Думаю, обдумываю, не знаю, как поступить.
Телефон разрывается от входящего вызова.
— Да, — бросаю я в трубку. — Нет, Глеб Борисович, я не планирую возвращаться в ближайшее время. Бумаги? Шлите до востребования на тот же адрес. Подпишу и отправлю экспресс-доставкой. Спасибо. И, Глеб Борисович, могу я вас попросить о личном одолжении?
Коротко обрисовываю ситуацию и прощаюсь.
Едва успеваю убрать телефон, как возвращается Наталья с огромной сумкой свежей молочки и хлеба. Довольный, вижу, что и бутылка торчит пузатая.
— Расстаралась я для тебя, Тихон, — усмехается она, словно ждёт одобрения.
— Ну ступай в душ, — киваю я.
Мне не требуется много времени, чтобы завестись. Какой там! Кажется, я был заведён с того самого мгновения, как увидел худосочное тело девчушки на своей кровати, когда раздевал её и….
Наталья раскатывает умелым движением презерватив по всей длине и хочет пристроиться сверху.
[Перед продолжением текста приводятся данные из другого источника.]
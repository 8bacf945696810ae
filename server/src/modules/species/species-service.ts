import type { StoredPhase } from '../../../../schema';
import type { Database } from '../../db/client';
import { AppError } from '../../lib/app-error';
import { molarMass, parseFormula } from '../../thermo';
import type { ReleasesService } from '../releases/releases-service';
import { registryRepository, type StaleInputRow } from '../proposals/registry-repository';
import { speciesRepository } from './species-repository';
import type {
  ReleaseSpeciesPage,
  ReleaseSpeciesQuery,
  RevisionView,
  SpeciesPage,
} from './species-schemas';

/** Revisions a reader sees: proposals and rejected ones belong to the curation screens. */
const PUBLIC_STATUSES = ['accepted', 'superseded', 'retired'] as const;

const num = (t: string | null): number | null => (t === null ? null : Number(t));

export const unknownSpecies = (key: string) =>
  new AppError(404, 'unknown_species', `There is no species with key ${JSON.stringify(key)}`, {
    key,
  });

/** Derived values say whether an input was superseded since (and by what). */
function derivedFields(id: number, staleRows: StaleInputRow[]) {
  const staleInputs = staleRows
    .filter((s) => s.revisionId === id)
    .map(({ revisionId: _r, ...s }) => s);
  return { derived: true, stale: staleInputs.length > 0, staleInputs };
}

export function createSpeciesService(db: Database, releases: ReleasesService) {
  return {
    async listInRelease(version: string, q: ReleaseSpeciesQuery): Promise<ReleaseSpeciesPage> {
      const release = await releases.resolve(version);
      // Any spelling of a formula compares in Hill order (OH2 → H2O); a bad one is a 400 from the engine.
      const formula = q.formula === undefined ? undefined : parseFormula(q.formula).hill;
      const phases: StoredPhase[] | undefined =
        q.phase === undefined ? undefined : q.phase === 's' ? ['cr', 'am'] : [q.phase];
      const rows = await speciesRepository.listInRelease(db, release.id, {
        formula,
        phases,
        name: q.name,
        sort: q.sort,
        order: q.order,
        limit: q.pageSize,
        offset: (q.page - 1) * q.pageSize,
      });
      return {
        release: release.version,
        page: q.page,
        pageSize: q.pageSize,
        total: rows[0]?.total ?? 0,
        formula: formula ?? null,
        items: rows.map((r) => ({
          key: r.key,
          name: r.name,
          formula: r.formula,
          charge: r.charge,
          phase: r.phase,
          modification: r.modification,
          deltaFH: Number(r.value),
          deltaFHText: r.value!,
          uncertainty: num(r.uncertainty),
          uncertaintyBasis: r.uncertaintyBasis,
          method: r.method,
          standardPressure: r.standardPressure,
          fromMemory: r.fromMemory,
          revisionId: r.revisionId,
          source: { id: r.sourceId, citation: r.citation, doi: r.doi },
        })),
      };
    },

    async page(key: string): Promise<SpeciesPage> {
      const s = await speciesRepository.findByKey(db, key);
      if (!s) throw unknownSpecies(key);
      const [phases, revisionRows, pins] = await Promise.all([
        speciesRepository.phasesOf(db, s.id),
        speciesRepository.revisionsOf(db, s.id, PUBLIC_STATUSES),
        speciesRepository.pinsOf(db, s.id),
      ]);
      const heatIds = revisionRows
        .filter((r) => r.revision.kind === 'heat_capacity')
        .map((r) => r.revision.id);
      const [ranges, sourceRows] = await Promise.all([
        speciesRepository.rangesOf(db, heatIds),
        speciesRepository.sourcesByIds(db, [
          ...new Set(revisionRows.map((r) => r.revision.sourceId)),
        ]),
      ]);

      const pinnedBy = new Map<number, string[]>();
      for (const p of pins) {
        const list = pinnedBy.get(p.revisionId);
        if (list) list.push(p.version);
        else pinnedBy.set(p.revisionId, [p.version]);
      }
      const revisionById = new Map(revisionRows.map((r) => [r.revision.id, r.revision]));
      const staleRows = await registryRepository.staleInputsOfRevisions(
        db,
        revisionRows.filter((r) => r.revision.derivation !== null).map((r) => r.revision.id),
      );

      const revisions: RevisionView[] = revisionRows.map(({ revision: r, phase, modification }) => {
        const own = ranges.filter((x) => x.revisionId === r.id);
        return {
          id: r.id,
          phase,
          modification,
          kind: r.kind,
          quantity: r.quantity,
          value: num(r.value),
          valueText: r.value,
          uncertainty: num(r.uncertainty),
          uncertaintyBasis: r.uncertaintyBasis,
          temperature: num(r.temperature),
          toPhase: r.toPhase,
          toModification: r.toModification,
          heatCapacity: r.heatCapacityForm
            ? {
                form: r.heatCapacityForm,
                ranges: own.map((x) => ({
                  tMin: Number(x.tMin),
                  tMax: Number(x.tMax),
                  coefficients: x.coefficients.map((c) => num(c)),
                })),
              }
            : null,
          method: r.method,
          standardPressure: r.standardPressure,
          sourceId: r.sourceId,
          notes: r.notes,
          fromMemory: r.fromMemory,
          status: r.status,
          supersedesId: r.supersedesId,
          createdAt: r.createdAt.toISOString(),
          releases: pinnedBy.get(r.id) ?? [],
          ...(r.derivation !== null ? derivedFields(r.id, staleRows) : {}),
        };
      });

      return {
        key: s.key,
        name: s.name,
        synonyms: s.synonyms,
        formula: s.formula,
        charge: s.charge,
        casRn: s.casRn,
        inchi: s.inchi,
        inchiKey: s.inchiKey,
        smiles: s.smiles,
        notes: s.notes,
        molarMass: molarMass(s.formula),
        phases: phases.map((p) => ({
          phase: p.phase,
          modification: p.modification,
          formationEnthalpy: pins
            .filter((pin) => pin.speciesPhaseId === p.id && pin.quantity === 'formation_enthalpy')
            .map((pin) => {
              const r = revisionById.get(pin.revisionId)!;
              return {
                release: pin.version,
                publishedAt: pin.publishedAt!.toISOString(),
                revisionId: r.id,
                value: Number(r.value),
                uncertainty: num(r.uncertainty),
                uncertaintyBasis: r.uncertaintyBasis,
              };
            }),
        })),
        revisions,
        sources: sourceRows.map((x) => ({
          id: x.id,
          citation: x.citation,
          doi: x.doi,
          csl: x.csl,
        })),
      };
    },
  };
}

export type SpeciesService = ReturnType<typeof createSpeciesService>;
— Прости, Наталья, — бросаю я. — Сегодня я возьму тебя сзади.
Женщина быстро принимает нужную позу и громко стонет, позволяя мне грубо и безостановочно врезаться в своё влагалище. Со злостью я опустошаюсь, понимая, что ничуть не расслабился, и валюсь на кровать.
— Через полчаса меня подними, — бросаю я женщине и отрубаюсь.
Просыпаясь, не могу понять, что не так. Смотрю на часы — начало третьего.
— Чёрт! — рычу я, спешно собираясь.
Наталья заснула рядом со мной, и мне противно. Знает ведь — я не сплю с женщинами. Только трахаю.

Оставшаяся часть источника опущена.